▸ PROMPT: Copies of all lines containing the string "people" are needed from the data below.
Start of Block
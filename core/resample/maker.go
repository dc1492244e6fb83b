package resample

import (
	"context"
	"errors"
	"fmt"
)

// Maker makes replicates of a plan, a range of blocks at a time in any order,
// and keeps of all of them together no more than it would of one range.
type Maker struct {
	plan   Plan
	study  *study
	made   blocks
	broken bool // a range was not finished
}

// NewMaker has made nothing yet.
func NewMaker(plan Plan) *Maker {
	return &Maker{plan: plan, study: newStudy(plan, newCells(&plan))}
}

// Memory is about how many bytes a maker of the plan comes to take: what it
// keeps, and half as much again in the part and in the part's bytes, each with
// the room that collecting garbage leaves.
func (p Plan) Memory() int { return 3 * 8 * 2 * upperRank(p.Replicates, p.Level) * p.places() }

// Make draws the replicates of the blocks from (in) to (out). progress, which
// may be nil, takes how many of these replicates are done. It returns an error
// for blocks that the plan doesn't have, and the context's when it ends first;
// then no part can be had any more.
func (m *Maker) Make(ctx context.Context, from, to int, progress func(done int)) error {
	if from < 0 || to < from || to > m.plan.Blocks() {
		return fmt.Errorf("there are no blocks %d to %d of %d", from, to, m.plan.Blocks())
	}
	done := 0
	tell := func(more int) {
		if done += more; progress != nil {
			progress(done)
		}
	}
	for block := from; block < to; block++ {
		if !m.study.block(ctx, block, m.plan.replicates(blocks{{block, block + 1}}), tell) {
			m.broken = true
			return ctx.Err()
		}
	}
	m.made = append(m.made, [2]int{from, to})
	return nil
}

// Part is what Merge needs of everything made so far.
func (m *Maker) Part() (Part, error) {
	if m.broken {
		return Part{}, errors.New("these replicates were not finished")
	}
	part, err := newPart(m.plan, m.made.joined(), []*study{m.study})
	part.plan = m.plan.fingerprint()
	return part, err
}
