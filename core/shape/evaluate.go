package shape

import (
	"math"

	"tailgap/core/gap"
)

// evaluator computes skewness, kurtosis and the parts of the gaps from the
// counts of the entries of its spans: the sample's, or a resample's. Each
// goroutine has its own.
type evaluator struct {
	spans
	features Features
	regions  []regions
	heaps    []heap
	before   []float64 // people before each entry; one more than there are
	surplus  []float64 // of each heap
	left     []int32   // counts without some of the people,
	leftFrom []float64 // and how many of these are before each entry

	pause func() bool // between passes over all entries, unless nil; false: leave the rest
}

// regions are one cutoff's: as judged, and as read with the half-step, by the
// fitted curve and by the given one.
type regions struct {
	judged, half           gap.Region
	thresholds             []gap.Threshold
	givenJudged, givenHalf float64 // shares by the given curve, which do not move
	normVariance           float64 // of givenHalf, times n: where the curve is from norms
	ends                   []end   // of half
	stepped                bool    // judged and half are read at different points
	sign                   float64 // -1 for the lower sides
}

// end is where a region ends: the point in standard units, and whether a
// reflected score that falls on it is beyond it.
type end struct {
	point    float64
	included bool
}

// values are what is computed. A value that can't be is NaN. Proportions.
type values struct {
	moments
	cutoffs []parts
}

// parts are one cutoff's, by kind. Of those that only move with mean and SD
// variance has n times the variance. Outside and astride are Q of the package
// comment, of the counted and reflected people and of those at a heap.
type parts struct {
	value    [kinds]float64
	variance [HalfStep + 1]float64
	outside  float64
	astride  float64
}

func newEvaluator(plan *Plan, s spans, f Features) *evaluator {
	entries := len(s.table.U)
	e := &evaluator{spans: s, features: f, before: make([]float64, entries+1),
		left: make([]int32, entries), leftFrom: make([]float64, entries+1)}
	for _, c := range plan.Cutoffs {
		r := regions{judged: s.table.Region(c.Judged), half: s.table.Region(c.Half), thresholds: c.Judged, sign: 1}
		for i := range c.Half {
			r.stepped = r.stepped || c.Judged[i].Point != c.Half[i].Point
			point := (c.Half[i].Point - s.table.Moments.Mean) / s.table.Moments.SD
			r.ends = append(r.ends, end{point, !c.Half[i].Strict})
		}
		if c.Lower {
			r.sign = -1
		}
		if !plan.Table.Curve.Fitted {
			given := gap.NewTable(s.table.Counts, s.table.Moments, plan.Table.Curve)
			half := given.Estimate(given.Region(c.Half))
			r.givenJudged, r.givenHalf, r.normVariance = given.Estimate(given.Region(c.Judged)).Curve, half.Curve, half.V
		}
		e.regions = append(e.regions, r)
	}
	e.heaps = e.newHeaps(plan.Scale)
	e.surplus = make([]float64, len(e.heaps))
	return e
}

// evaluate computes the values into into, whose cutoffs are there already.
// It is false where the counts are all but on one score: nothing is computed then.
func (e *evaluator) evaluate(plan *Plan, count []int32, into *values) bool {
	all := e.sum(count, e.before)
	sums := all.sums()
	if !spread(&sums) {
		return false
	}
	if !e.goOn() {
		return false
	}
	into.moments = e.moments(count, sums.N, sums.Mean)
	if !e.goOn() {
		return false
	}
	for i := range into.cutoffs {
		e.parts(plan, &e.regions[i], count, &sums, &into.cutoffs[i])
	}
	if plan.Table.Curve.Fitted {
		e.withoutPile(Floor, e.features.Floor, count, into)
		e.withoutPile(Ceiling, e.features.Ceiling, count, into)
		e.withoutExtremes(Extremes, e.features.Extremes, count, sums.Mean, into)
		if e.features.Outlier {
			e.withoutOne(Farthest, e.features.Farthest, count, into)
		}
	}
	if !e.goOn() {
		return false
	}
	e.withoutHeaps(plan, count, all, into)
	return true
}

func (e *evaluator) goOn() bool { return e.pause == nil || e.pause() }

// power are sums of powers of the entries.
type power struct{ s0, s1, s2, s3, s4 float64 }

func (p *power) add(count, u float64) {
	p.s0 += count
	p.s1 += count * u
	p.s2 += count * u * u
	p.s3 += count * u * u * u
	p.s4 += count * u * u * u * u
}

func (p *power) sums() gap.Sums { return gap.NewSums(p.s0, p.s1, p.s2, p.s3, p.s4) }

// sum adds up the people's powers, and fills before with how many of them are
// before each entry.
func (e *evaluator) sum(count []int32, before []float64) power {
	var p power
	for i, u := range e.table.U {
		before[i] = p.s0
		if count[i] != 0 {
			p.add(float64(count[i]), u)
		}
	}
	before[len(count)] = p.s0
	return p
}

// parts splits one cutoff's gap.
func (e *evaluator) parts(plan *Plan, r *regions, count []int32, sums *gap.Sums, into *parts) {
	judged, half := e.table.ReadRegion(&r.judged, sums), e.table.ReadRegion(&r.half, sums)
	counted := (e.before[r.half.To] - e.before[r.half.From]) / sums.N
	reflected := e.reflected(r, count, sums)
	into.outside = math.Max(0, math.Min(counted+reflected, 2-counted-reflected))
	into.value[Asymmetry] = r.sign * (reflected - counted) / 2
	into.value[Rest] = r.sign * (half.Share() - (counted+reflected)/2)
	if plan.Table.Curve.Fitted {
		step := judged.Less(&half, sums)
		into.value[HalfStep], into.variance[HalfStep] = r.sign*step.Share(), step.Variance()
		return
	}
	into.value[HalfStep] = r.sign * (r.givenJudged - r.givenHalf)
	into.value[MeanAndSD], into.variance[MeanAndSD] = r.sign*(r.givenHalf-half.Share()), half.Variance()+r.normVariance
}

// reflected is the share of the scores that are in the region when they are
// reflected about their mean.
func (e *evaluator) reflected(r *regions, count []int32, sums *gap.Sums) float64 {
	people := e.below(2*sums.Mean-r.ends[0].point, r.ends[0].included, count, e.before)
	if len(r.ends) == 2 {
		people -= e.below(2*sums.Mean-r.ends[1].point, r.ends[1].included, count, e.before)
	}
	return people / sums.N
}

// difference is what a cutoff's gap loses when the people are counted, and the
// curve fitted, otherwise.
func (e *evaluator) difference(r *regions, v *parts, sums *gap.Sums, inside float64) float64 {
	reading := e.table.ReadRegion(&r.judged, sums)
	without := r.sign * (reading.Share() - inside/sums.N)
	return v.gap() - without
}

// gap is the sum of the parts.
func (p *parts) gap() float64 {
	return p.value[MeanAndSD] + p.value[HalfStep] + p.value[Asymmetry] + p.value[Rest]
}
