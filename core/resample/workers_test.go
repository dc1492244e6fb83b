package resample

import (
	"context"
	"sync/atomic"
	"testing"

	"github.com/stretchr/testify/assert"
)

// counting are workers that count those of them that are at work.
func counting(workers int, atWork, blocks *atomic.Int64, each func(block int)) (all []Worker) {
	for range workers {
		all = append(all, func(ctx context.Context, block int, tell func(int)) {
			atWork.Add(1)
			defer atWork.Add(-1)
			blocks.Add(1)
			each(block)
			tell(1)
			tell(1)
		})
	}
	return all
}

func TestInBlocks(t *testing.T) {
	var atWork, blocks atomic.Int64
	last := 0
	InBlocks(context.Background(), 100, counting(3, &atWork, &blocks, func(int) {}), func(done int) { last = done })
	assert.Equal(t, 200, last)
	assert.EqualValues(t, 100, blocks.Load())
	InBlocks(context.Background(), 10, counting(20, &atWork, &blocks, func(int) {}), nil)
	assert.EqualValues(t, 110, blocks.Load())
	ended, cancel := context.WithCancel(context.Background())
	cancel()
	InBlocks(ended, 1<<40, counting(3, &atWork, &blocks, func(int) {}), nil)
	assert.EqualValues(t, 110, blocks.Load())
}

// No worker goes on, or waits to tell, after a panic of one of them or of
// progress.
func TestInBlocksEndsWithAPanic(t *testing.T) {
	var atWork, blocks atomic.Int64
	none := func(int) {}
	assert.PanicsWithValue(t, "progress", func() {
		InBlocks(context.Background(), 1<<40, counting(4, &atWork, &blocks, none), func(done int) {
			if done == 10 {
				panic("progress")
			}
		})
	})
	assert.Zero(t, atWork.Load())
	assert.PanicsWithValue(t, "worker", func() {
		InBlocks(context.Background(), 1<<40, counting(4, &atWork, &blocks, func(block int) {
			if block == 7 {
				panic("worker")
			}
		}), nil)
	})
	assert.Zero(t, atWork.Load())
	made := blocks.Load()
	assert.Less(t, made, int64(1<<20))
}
End of Block
▸ SOLUTION TO THE EXERCISE:
	before   []float64 // people before each entry; one more than there are
	left     []int32   // counts without some of the people,
// comment, of the counted and reflected people and of those at a heap.
// sum adds up the people's powers, and fills before with how many of them are
	people := e.below(2*sums.Mean-r.ends[0].point, r.ends[0].included, count, e.before)
		people -= e.below(2*sums.Mean-r.ends[1].point, r.ends[1].included, count, e.before)
	return people / sums.N
// difference is what a cutoff's gap loses when the people are counted, and the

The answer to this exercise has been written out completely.